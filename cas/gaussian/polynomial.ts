/**
 * Expansion of an exponent into monomials in the integration variables, with
 * coefficients left as expressions in the parameters. This is the structural
 * route to A, J and c; the algebra adapter's derivatives are checked against it.
 */
import { Complex } from 'complex.js';
import type { Expr } from '../lang/ast.js';
import { add, div, mul, neg, num } from '../expr/build.js';
import { evaluate } from '../expr/evaluate.js';
import { dependsOn, freeNames } from '../expr/names.js';
import type { Point } from '../domains/sample.js';

export type Monomial = number[];
export type Poly = Map<string, { exps: Monomial; coeff: Expr }>;

export class NotPolynomial extends Error {
  constructor(message: string, readonly variable: string) { super(message); }
}

/** Larger powers are refused before expansion, so a huge exponent cannot blow up. */
const MAX_DEGREE = 12;

const key = (m: Monomial) => m.join(',');
const degreeOf = (m: Monomial) => m.reduce((s, d) => s + d, 0);

function constant(n: number, e: Expr): Poly { return new Map([[key(new Array<number>(n).fill(0)), { exps: new Array<number>(n).fill(0), coeff: e }]]); }

function plus(p: Poly, q: Poly, sign: 1 | -1): Poly {
  const out: Poly = new Map(p);
  for (const [k, t] of q) {
    const prev = out.get(k);
    const c = sign < 0 ? neg(t.coeff) : t.coeff;
    out.set(k, { exps: t.exps, coeff: prev ? add(prev.coeff, c) : c });
  }
  return out;
}

function times(p: Poly, q: Poly, vars: readonly string[]): Poly {
  const out: Poly = new Map();
  for (const a of p.values()) for (const b of q.values()) {
    const exps = a.exps.map((d, j) => d + b.exps[j]!);
    if (degreeOf(exps) > MAX_DEGREE) {
      const j = exps.indexOf(Math.max(...exps));
      throw new NotPolynomial(`The exponent has degree above ${MAX_DEGREE} in ${vars[j]}; a Gaussian integral needs degree at most 2.`, vars[j]!);
    }
    const k = key(exps);
    const prev = out.get(k);
    const c = mul(a.coeff, b.coeff);
    out.set(k, { exps, coeff: prev ? add(prev.coeff, c) : c });
  }
  return out;
}

function integerValue(e: Expr): number | null {
  if (freeNames(e).size > 0) return null;
  try {
    const v = evaluate(e, new Map());
    return v.im === 0 && Number.isInteger(v.re) ? v.re : null;
  } catch { return null; }
}

function where(e: Expr, vars: ReadonlySet<string>): string {
  for (const n of freeNames(e).keys()) if (vars.has(n)) return n;
  return '?';
}

export function expand(e: Expr, vars: readonly string[]): Poly {
  const set = new Set(vars);
  const n = vars.length;
  const go = (x: Expr): Poly => {
    if (!dependsOn(x, set)) return constant(n, x);
    switch (x.t) {
      case 'name': {
        const exps = vars.map((v) => (v === x.name ? 1 : 0));
        return new Map([[key(exps), { exps, coeff: num(1) }]]);
      }
      case 'neg': return plus(new Map(), go(x.a), -1);
      case 'bin':
        switch (x.op) {
          case '+': return plus(go(x.a), go(x.b), 1);
          case '-': return plus(go(x.a), go(x.b), -1);
          case '*': return times(go(x.a), go(x.b), vars);
          case '/': {
            if (dependsOn(x.b, set)) {
              const v = where(x.b, set);
              throw new NotPolynomial(`The exponent is not a polynomial in ${v}: ${v} appears in a denominator.`, v);
            }
            const p = go(x.a);
            const out: Poly = new Map();
            for (const [k, t] of p) out.set(k, { exps: t.exps, coeff: div(t.coeff, x.b) });
            return out;
          }
          case '^': {
            const v = where(x, set);
            if (dependsOn(x.b, set)) throw new NotPolynomial(`The exponent is not a polynomial in ${v}: ${v} appears in a power's exponent.`, v);
            const k = integerValue(x.b);
            if (k === null || k < 0) throw new NotPolynomial(`The exponent is not a polynomial in ${v}: ${v} is raised to a power that is not a whole number 0, 1, 2, ...`, v);
            if (k > MAX_DEGREE) throw new NotPolynomial(`The exponent has degree ${k} in ${v}; a Gaussian integral needs degree at most 2.`, v);
            let acc = constant(n, num(1));
            const base = go(x.a);
            for (let j = 0; j < k; j++) acc = times(acc, base, vars);
            return acc;
          }
        }
      // falls through: every operator returned above
      case 'call': {
        const v = where(x, set);
        throw new NotPolynomial(`The exponent is not a polynomial in ${v}: ${v} appears inside ${x.t === 'call' ? x.fn : 'a function'}.`, v);
      }
      default: return constant(n, x);
    }
  };
  return go(e);
}

/** Value and a bound on the size of the summands, so that a cancellation to zero is recognised in floating point. */
function valueAndBound(e: Expr, p: Point): [Complex, number] {
  switch (e.t) {
    case 'bin':
      if (e.op === '+' || e.op === '-' || e.op === '*') {
        const [a, ba] = valueAndBound(e.a, p);
        const [b, bb] = valueAndBound(e.b, p);
        if (e.op === '*') return [a.mul(b), ba * bb];
        return [e.op === '+' ? a.add(b) : a.sub(b), ba + bb];
      }
      break;
    case 'neg': { const [a, ba] = valueAndBound(e.a, p); return [a.neg(), ba]; }
    default: break;
  }
  const v = evaluate(e, p);
  return [v, v.abs()];
}

/** Zero at every point, up to rounding of its own summands (identity testing by evaluation). */
export function vanishes(e: Expr, points: readonly Point[]): boolean {
  for (const p of points) {
    const [v, bound] = valueAndBound(e, p);
    if (!(v.abs() <= 1e-11 * Math.max(bound, 1e-300))) return false;
  }
  return true;
}

/** The monomials that do not vanish identically. */
export function prune(p: Poly, points: readonly Point[]): Poly {
  const out: Poly = new Map();
  for (const [k, t] of p) if (!vanishes(t.coeff, points)) out.set(k, t);
  return out;
}

export function totalDegree(p: Poly): { degree: number; exps: Monomial | null } {
  let best = { degree: 0, exps: null as Monomial | null };
  for (const t of p.values()) {
    const d = degreeOf(t.exps);
    if (d > best.degree) best = { degree: d, exps: t.exps };
  }
  return best;
}
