import { createHash, randomBytes } from 'node:crypto';

/** A long random token for a link; only its SHA-256 is stored, so a database leak gives no working links. */
export function newToken(): { token: string; hash: string } {
  const token = randomBytes(32).toString('base64url');
  return { token, hash: hashToken(token) };
}

export const hashToken = (token: string) => createHash('sha256').update(token).digest('hex');
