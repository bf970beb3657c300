import { readFileSync } from 'node:fs';
import { LIMITS } from '../../shared/api.js';
import { HttpError } from '../middleware/http-error.js';

/**
 * The rules for a newly chosen password (registration, reset, sign-up through an
 * invitation). Existing passwords (the demo accounts' included) are not checked at
 * sign-in: the policy applies only when a password is chosen.
 */
export const PASSWORD_MIN = Math.max(12, LIMITS.passwordMin);

const COMMON = new Set(
  readFileSync(new URL('./common-passwords.txt', import.meta.url), 'utf8')
    .split('\n')
    .map((l) => l.trim())
    .filter((l) => l && !l.startsWith('#')),
);

const ADVICE = 'A phrase of three or four unrelated words is long and easy to remember.';

/** The reason a password is refused, as a sentence that says what to do; null when it is fine. */
export function passwordProblem(password: string, email: string): string | null {
  const chars = [...password];
  if (chars.length < PASSWORD_MIN) return `Use a password of at least ${PASSWORD_MIN} characters. ${ADVICE}`;
  if (chars.length > LIMITS.passwordMax) return `Use a password of at most ${LIMITS.passwordMax} characters.`;
  if (!password.trim()) return `A password of spaces only is too easy to guess. ${ADVICE}`;
  if (new Set(chars).size < 5 || /^(.{1,6})\1+$/su.test(password)) {
    return `This password repeats a few characters, so it is guessed at once. ${ADVICE}`;
  }
  const lower = password.trim().toLowerCase();
  const address = email.trim().toLowerCase();
  const local = address.split('@')[0] ?? '';
  if (address && lower.includes(address)) return 'Do not use your e-mail address in the password: it is the first thing tried.';
  // The address's name part may be a small part of a longer password, not most of it.
  if (local.length >= 3 && [...lower.split(local).join('')].length < 8) {
    return `This password is mostly your e-mail address's name ("${local}"), which is the first thing tried. ${ADVICE}`;
  }
  const cores = new Set([lower, lower.replace(/[\d\W_]+$/u, ''), lower.replace(/^[\d\W_]+/u, ''), lower.replace(/^[\d\W_]+|[\d\W_]+$/gu, '')]);
  if ([...cores].some((c) => COMMON.has(c))) {
    return `This password is on the list of common passwords, which are guessed first. ${ADVICE}`;
  }
  return null;
}

/** Throws 400 with the reason when a newly chosen password breaks the policy. */
export function assertPasswordAllowed(password: string, email: string): void {
  const problem = passwordProblem(password, email);
  if (!problem) return;
  const message = `password: ${problem}`;
  throw new HttpError(400, 'weak_password', message, { error: { code: 'weak_password', message, details: [{ path: 'password', message: problem }] } });
}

▸ **Work to complete**
Everything from the line with "const c = mul(a.coeff, b.coeff);" through the line with "for (const n" in the listing above must be retyped exactly, with nothing added.

▸ **Worked solution**
    const c = mul(a.coeff, b.coeff);
    out.set(k, { exps, coeff: prev ? add(prev.coeff, c) : c });
  }
  return out;
}

function integerValue(e: Expr): number | null {
  if (freeNames(e).size > 0) return null;
  try {
    const v = evaluate(e, new Map());
    return v.im === 0 && Number.isInteger(v.re) ? v.re : null;
  } catch { return null; }
}

function where(e: Expr, vars: ReadonlySet<string>): string {
  for (const n of freeNames(e).keys()) if (vars.has(n)) return n;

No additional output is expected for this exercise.